What’s in a Name?

As the campaign against the preservation of statues and street names named after persons associated with slavery gathers momentum in the United Kingdom, if we pause to look around the countries of the old empire, we can see its imprint everywhere: in place names, monuments, streets, parks, gardens, festivals and so on. This is particularly evident in New Zealand / Aotearoa, this most English of colonies, where the footprint of empire is everywhere, caught in the names that reflected Victorian Britain, its writers and political leaders, its general and battles, its imperial servants and its geographical reach. 

English war heroes, inevitably, dominate:  Wellington, named after the Duke of Wellington, and Nelson, named after Admiral Nelson, are the two great heroes of the wars against Napoleon. Auckland was named after Lord Auckland, former Governor-General of India and Lord of the Admiralty, the man who launched the disastrous Afghan Wars; Christchurch was named after the Oxford University College (and not the town on the Dorset coast); Blenheim was named after the Battle of Blenheim (and not Blenheim Palace, home of the Dukes of Marlborough and birthplace of Winston Churchill); Cromwell was named after Oliver Cromwell; Oxford and Cambridge after the two historic universities;  Marton after James Cook’s birthplace; Thames after the river and Hastings after the battle; Palmerston and Palmerston North were named after the Victorian Prime Minister, Lord Palmerston; and New Plymouth and New Brighton after their seaside namesakes back in Britain. And so on.

As the 19th century unfolded and settlements were springing up throughout New Zealand, tensions in India were coming to a head with the Indian War of Independence breaking out in 1857 (still known in some quarters as the Indian Mutiny). Not surprisingly, a number of towns settled at the time were given names related to India, before and during the early years of the Raj.  We don’t need to look far to see settlements and streets that commemorate battles or that celebrate British soldiers and administrators, victories or places.  

Looking at my home province, Hawkes Bay with the settlements of Napier, Meeanee, Clive and Havelock, a number of streets and parks of Napier and surrounding towns also date from the Indian occupation of India : (Plassey, Clive, Simla, Lucknow). My home town of Wairoa also has a surfeit of both Indian street names (Delhi, Clive, Lucknow, Lahore and Kabul) as well as a number of British leaders from the time of the Indian War of Independence (Outram, Sturdee) and the World Wars: (Kitchener, Churchill, Haig,  Jellicoe, Chamberlain and Freyberg).

When we start picking away at the history to be found in street names, there are numerous other links we can find to Victorian England. Napier town planners had a penchant for naming streets after writers (men only, mind you) including Shakespeare, Milton, Chaucer, Thackery, Dickens, Tennyson, Emerson, Browning and Byron.  While many of these authors were popular in Victorian times, it is doubtful many young readers will recognise all of them today.

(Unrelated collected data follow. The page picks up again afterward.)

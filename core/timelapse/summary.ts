// One movie's time analysis from its per-time-point results: λ(t), τ(x) on coarser bins, the τ(x) model fit against
// the steady-state λ, and the warnings that bear on them.
import { FitError, fitExponentialDecay } from '../fit';
import type { EmbryoResult, ExponentialFit, Profile } from '../model';
import { median } from '../stats';
import { localAccumulationTime, type AccumulationResult } from './accumulation';
import { fitAccumulationModel, type AccumulationModelFit } from './accumulation-model';
import { coarsenProfiles } from './coarsen';
import { fitLambdaSeries, type LambdaAtTime } from './lambda-series';

/** Options of summarizeMovie; defaults in brackets. */
export interface MovieSummaryOptions {
  /** x/EL range of the per-time-point exponential fits. */
  readonly fitRangeEl: readonly [number, number];
  /** x/EL range of the τ(x) model fit [0.1, 0.4]. */
  readonly modelRangeEl?: readonly [number, number];
  /** Width of the bins τ(x) is computed on, x/EL [0.025]. */
  readonly binWidthEl?: number;
  /** Frames before production averaged as the baseline [1]; frames at the end averaged for C(x,∞) [3]. */
  readonly baselineFrames?: number;
  readonly plateauFrames?: number;
  /** Onset of production, s on the movie's clock [the last baseline frame]. */
  readonly onsetS?: number;
}

/** τ(x) on coarse bins, with positions in x/EL and µm (NaN when the pixel size is unknown). */
export interface MovieAccumulation extends AccumulationResult {
  readonly xEl: Float64Array;
  readonly xUm: Float64Array;
}

/** Everything the time analysis of one movie gives; parts that could not be computed are null with a reason. */
export interface MovieSummary {
  readonly file: string;
  readonly timeIndices: readonly number[];
  /** Seconds from the first time point, or null when the times are unknown. */
  readonly timesS: Float64Array | null;
  readonly lambda: readonly LambdaAtTime[];
  /** λ of the mean profile of the last plateauFrames time points: the steady state the movie reached. */
  readonly steadyFit: ExponentialFit | null;
  readonly eggLengthUm: number | null;
  readonly accumulation: MovieAccumulation | null;
  readonly model: AccumulationModelFit | null;
  /** Why accumulation or model is null; null when both were computed. */
  readonly note: string | null;
  readonly warnings: readonly string[];
}

/** Mean of the last `count` profiles bin by bin (same bins). */
function meanProfile(profiles: readonly Profile[], count: number): Profile {
  const tail = profiles.slice(-count);
  const mean = tail[0].mean.map((_, i) => tail.reduce((s, p) => s + p.mean[i], 0) / tail.length);
  return { ...tail[0], mean };
}

function message(e: unknown): string {
  return e instanceof Error ? e.message : String(e);
}

/**
 * Summarise a movie from its results per time point (in time order, all of one file). timesS (s from the first
 * analysed time point's clock) may be null when the file and the user gave no times: λ(t) is then still fitted,
 * τ(x) is not. Never throws for bad data: what cannot be computed is null with a note.
 */
export function summarizeMovie(
  file: string, timeIndices: readonly number[], timesS: Float64Array | null, results: readonly EmbryoResult[], options: MovieSummaryOptions,
): MovieSummary {
  const ok = results.every((r) => r.status === 'ok' && r.gradientProfile);
  const lengths = results.map((r) => r.eggLengthUm).filter((v): v is number => v !== null && Number.isFinite(v));
  const eggLengthUm = lengths.length > 0 ? median(lengths) : null;
  const warnings: string[] = [];
  const base = { file, timeIndices, timesS, eggLengthUm, warnings };
  if (!ok) {
    const failed = results.findIndex((r) => r.status !== 'ok' || !r.gradientProfile);
    return { ...base, lambda: [], steadyFit: null, accumulation: null, model: null, note: `time point ${timeIndices[failed]} was not analysed, so the movie is not summarised` };
  }
  const elUm = eggLengthUm ?? 1;
  // Without a pixel size the profiles have no µm positions; x/EL × 1 then stands in, so λ comes out in EL.
  const profiles = results.map((r) => {
    const p = r.gradientProfile!;
    return p.xUm.every(Number.isFinite) ? p : { ...p, xUm: p.xEl.map((v) => v * elUm) };
  });
  const clock = timesS ?? Float64Array.from(timeIndices);
  const lambda = fitLambdaSeries(profiles.map((profile, i) => ({ tS: clock[i], profile, eggLengthUm: eggLengthUm === null ? elUm : results[i].eggLengthUm ?? elUm })), options.fitRangeEl);
  const plateau = options.plateauFrames ?? 3;
  let steadyFit: ExponentialFit | null = null;
  try {
    const p = meanProfile(profiles, Math.min(plateau, profiles.length));
    steadyFit = fitExponentialDecay(p.xUm, p.mean, { eggLengthUm: elUm, fitRangeEl: options.fitRangeEl, xEl: p.xEl });
  } catch (e) {
    if (!(e instanceof FitError)) throw e;
    warnings.push(`no steady-state λ: ${e.message}`);
  }
  if (!timesS) return { ...base, lambda, steadyFit, accumulation: null, model: null, note: 'the times of the time points are unknown (give --time-step S); τ(x) needs them' };
  let accumulation: MovieAccumulation;
  try {
    const coarse = coarsenProfiles(profiles[0].xEl, profiles.map((p) => p.mean), options.binWidthEl ?? 0.025);
    const acc = localAccumulationTime(timesS, coarse.frames, { baselineFrames: options.baselineFrames ?? 1, plateauFrames: plateau, onsetS: options.onsetS });
    accumulation = { ...acc, xEl: coarse.xEl, xUm: coarse.xEl.map((v) => (eggLengthUm !== null ? v * eggLengthUm : NaN)) };
  } catch (e) {
    return { ...base, lambda, steadyFit, accumulation: null, model: null, note: `no τ(x): ${message(e)}` };
  }
  const range = options.modelRangeEl ?? [0.1, 0.4];
  risingWarning(accumulation, range, warnings);
  try {
    const model = fitAccumulationModel(accumulation.xEl.map((v) => v * elUm), accumulation.xEl, accumulation.tauS, accumulation.tauSeS, {
      eggLengthUm: elUm, rangeEl: range, steady: steadyFit ? { lambdaUm: steadyFit.lambdaUm, lambdaSeUm: steadyFit.lambdaSeUm } : null,
    });
    return { ...base, lambda, steadyFit, accumulation, model, note: null };
  } catch (e) {
    return { ...base, lambda, steadyFit, accumulation, model: null, note: `no τ(x) model fit: ${message(e)}` };
  }
}

/** Warns when positions in the model range still rise at the end of the movie, with the range and the largest rise. */
function risingWarning(acc: MovieAccumulation, range: readonly [number, number], warnings: string[]): void {
  const rising = Array.from(acc.xEl).map((x, i) => ({ x, i })).filter(({ x, i }) => x >= range[0] && x <= range[1] && acc.stillRising[i] === 1);
  if (rising.length === 0) return;
  const worst = Math.max(...rising.map(({ i }) => acc.lateRise[i]));
  warnings.push(`the gradient still rises at the end of the movie at x/EL ${rising[0].x.toFixed(2)}–${rising[rising.length - 1].x.toFixed(2)} ` +
    `(by up to ${Math.round(worst * 100)}% over its last fifth): C(x,∞) and τ(x) are underestimated there`);
}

Of course, the old names may seem anomalous now, a slice of history, a hangover from an Empire that has long gone, their names largely anonymous now with their original meanings lost in the passage of time.  And yet while most names are harmless enough, others that commemorate British victories or unsavoury characters like Clive of India, or those that celebrate soldiers and leaders whose policies and actions we would eschew, may give cause for reflection as we unravel whether what these links with England really mean in 21st Century New Zealand / Aotearoa. Today, in new subdivisions we are resurrecting some of the traditional Maori names or continuing with the popular use of Te Maori for trees and birds; or to acknowledge scientists (like Rutherford) and writers (like Mansfield), or the names public figures and community workers, who have served their local communities well (and I suspect a Bloomfield Street would be a popular choice). Of the older British names, those that resonate empire and the home country, we have a choice, whether to leave well alone, seeing them as signposts on our country’s journey, or to use them as a reminder to only use names that reflect and commemorate who we are today.

By Peter Tait

A retired teacher and head for 17 years, now focusing on writing, both on education and further fiction and non-fiction (previously having published two novels and a non-fiction book on Thomas Hardy's wives and other women, a biography, poetry and numerous articles on education).